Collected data
● ● ●

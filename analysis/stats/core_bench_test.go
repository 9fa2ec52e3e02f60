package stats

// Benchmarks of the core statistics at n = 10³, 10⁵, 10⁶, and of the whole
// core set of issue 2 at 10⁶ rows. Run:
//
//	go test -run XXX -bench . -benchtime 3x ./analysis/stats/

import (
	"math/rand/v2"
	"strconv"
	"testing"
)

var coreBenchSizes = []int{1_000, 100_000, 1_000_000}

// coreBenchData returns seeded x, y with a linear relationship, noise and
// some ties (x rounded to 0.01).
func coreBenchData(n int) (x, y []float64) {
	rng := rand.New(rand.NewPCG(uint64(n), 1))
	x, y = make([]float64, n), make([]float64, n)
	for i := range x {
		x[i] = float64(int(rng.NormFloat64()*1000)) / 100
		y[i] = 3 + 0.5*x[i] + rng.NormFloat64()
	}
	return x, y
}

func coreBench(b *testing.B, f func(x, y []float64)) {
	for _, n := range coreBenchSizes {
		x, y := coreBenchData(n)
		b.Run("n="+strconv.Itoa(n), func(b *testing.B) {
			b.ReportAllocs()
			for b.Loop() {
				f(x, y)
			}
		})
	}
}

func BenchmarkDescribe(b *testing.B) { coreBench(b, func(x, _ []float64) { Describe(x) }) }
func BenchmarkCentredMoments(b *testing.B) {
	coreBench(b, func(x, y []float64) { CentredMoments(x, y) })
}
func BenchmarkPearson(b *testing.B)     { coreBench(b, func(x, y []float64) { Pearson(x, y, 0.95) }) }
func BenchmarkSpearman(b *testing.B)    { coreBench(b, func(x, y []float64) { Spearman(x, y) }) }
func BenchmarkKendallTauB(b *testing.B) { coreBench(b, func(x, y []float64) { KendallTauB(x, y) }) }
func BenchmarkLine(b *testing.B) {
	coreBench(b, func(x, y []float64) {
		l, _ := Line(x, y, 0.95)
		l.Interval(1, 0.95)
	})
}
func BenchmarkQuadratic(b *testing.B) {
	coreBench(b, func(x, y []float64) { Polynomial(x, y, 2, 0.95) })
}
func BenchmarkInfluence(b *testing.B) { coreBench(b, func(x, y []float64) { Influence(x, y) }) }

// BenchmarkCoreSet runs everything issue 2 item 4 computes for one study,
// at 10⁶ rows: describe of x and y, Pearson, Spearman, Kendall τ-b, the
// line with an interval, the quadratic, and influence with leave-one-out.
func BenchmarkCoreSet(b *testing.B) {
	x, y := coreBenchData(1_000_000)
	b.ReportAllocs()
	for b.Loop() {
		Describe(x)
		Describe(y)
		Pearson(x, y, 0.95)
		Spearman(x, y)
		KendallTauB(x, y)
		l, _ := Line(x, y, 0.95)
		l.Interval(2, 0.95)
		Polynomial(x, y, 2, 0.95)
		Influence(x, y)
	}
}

● ● ●

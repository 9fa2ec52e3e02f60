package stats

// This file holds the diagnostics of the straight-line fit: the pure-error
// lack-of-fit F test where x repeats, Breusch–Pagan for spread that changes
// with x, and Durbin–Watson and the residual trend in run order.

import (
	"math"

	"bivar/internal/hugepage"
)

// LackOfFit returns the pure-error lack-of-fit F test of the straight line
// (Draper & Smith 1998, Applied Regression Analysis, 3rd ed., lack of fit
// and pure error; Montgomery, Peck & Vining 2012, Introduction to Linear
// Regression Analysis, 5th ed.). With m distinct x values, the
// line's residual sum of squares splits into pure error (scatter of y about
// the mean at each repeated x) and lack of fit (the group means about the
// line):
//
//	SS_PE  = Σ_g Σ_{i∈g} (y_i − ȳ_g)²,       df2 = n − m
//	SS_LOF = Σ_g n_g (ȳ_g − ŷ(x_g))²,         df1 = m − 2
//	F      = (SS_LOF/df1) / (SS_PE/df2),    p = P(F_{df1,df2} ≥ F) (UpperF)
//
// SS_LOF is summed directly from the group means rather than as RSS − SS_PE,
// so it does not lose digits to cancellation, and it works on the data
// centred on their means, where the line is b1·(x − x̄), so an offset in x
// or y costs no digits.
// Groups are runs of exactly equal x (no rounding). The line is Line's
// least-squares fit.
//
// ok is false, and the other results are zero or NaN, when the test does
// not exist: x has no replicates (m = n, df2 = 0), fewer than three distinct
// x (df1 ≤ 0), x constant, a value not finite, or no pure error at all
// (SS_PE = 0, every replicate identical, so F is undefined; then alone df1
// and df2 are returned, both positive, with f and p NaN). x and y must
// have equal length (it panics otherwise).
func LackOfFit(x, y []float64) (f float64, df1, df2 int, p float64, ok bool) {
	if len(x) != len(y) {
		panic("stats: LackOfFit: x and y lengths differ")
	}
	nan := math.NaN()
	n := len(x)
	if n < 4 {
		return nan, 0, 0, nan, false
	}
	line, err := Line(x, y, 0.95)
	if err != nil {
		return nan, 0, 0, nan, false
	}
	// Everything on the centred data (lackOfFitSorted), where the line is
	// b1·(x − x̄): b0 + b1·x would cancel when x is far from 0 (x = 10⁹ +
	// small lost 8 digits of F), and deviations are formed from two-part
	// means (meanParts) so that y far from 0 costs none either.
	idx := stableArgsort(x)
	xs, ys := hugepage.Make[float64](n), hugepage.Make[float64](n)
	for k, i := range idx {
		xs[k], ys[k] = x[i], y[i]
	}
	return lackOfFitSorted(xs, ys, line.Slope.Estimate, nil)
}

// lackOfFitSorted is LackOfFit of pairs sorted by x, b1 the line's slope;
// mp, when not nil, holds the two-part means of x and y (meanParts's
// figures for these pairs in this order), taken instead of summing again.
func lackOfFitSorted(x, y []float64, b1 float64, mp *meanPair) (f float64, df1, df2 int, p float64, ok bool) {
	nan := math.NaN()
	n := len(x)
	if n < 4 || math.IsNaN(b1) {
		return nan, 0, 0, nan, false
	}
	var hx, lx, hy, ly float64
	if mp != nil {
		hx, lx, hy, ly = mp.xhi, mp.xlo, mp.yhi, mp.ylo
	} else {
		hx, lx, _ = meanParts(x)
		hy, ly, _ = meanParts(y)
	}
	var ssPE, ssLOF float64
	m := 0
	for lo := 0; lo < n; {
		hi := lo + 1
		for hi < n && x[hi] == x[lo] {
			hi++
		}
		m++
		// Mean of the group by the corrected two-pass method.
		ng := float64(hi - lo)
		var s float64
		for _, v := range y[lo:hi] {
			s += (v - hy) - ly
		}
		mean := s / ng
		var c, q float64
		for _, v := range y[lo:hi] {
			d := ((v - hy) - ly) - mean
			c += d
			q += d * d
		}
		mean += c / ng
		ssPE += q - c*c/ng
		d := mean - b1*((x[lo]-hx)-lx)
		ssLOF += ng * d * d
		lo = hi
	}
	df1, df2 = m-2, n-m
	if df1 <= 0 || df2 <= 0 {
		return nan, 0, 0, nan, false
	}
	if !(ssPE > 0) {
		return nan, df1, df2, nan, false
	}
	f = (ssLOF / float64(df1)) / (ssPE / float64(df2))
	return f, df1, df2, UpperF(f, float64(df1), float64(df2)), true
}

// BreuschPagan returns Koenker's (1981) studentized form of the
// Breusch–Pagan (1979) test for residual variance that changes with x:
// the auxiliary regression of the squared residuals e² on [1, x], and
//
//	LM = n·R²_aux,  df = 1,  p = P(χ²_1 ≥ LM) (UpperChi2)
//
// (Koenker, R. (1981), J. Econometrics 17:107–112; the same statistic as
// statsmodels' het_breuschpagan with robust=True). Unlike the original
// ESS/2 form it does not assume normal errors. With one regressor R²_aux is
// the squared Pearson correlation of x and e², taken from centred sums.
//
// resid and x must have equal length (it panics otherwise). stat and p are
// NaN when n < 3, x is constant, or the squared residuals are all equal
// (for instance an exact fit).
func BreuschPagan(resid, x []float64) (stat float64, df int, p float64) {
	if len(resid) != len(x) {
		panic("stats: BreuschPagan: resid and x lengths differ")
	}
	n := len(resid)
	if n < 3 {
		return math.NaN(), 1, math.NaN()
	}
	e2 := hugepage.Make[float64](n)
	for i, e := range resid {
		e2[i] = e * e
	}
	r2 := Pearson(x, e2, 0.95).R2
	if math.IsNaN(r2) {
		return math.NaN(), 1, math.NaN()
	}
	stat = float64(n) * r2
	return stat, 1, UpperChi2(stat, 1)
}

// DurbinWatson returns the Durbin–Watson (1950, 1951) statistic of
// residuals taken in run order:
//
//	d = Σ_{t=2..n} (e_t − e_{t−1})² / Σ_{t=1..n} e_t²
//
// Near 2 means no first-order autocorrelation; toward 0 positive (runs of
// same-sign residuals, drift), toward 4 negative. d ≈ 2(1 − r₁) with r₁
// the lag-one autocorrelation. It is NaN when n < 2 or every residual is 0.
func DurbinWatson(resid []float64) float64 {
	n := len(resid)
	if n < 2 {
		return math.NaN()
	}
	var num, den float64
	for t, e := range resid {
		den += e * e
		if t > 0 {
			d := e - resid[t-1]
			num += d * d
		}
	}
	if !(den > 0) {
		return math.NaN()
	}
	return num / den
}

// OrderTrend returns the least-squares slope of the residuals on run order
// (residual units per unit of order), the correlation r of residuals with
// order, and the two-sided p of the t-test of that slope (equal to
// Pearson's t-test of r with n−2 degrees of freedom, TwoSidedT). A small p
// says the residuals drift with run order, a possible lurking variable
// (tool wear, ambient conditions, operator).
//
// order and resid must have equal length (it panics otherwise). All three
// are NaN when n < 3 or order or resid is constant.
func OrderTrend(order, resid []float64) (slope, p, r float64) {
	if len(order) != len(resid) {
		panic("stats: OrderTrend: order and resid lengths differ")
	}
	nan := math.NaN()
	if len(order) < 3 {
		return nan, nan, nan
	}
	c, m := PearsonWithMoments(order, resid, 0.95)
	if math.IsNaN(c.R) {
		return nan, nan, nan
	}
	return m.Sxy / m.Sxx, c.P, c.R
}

● ● ●

*TASK OBJECTIVE:* Give back, exactly as written, the stretch from the line with "[1, x], and" through the line with "var num, den float64", and no other lines from the records above.

*RESULT FOR THIS TASK:*
// the auxiliary regression of the squared residuals e² on [1, x], and
//
//	LM = n·R²_aux,  df = 1,  p = P(χ²_1 ≥ LM) (UpperChi2)
//
// (Koenker, R. (1981), J. Econometrics 17:107–112; the same statistic as
// statsmodels' het_breuschpagan with robust=True). Unlike the original
// ESS/2 form it does not assume normal errors. With one regressor R²_aux is
// the squared Pearson correlation of x and e², taken from centred sums.
//
// resid and x must have equal length (it panics otherwise). stat and p are
// NaN when n < 3, x is constant, or the squared residuals are all equal
// (for instance an exact fit).
func BreuschPagan(resid, x []float64) (stat float64, df int, p float64) {
	if len(resid) != len(x) {
		panic("stats: BreuschPagan: resid and x lengths differ")
	}
	n := len(resid)
	if n < 3 {
		return math.NaN(), 1, math.NaN()
	}
	e2 := hugepage.Make[float64](n)
	for i, e := range resid {
		e2[i] = e * e
	}
	r2 := Pearson(x, e2, 0.95).R2
	if math.IsNaN(r2) {
		return math.NaN(), 1, math.NaN()
	}
	stat = float64(n) * r2
	return stat, 1, UpperChi2(stat, 1)
}

// DurbinWatson returns the Durbin–Watson (1950, 1951) statistic of
// residuals taken in run order:
//
//	d = Σ_{t=2..n} (e_t − e_{t−1})² / Σ_{t=1..n} e_t²
//
// Near 2 means no first-order autocorrelation; toward 0 positive (runs of
// same-sign residuals, drift), toward 4 negative. d ≈ 2(1 − r₁) with r₁
// the lag-one autocorrelation. It is NaN when n < 2 or every residual is 0.
func DurbinWatson(resid []float64) float64 {
	n := len(resid)
	if n < 2 {
		return math.NaN()
	}
	var num, den float64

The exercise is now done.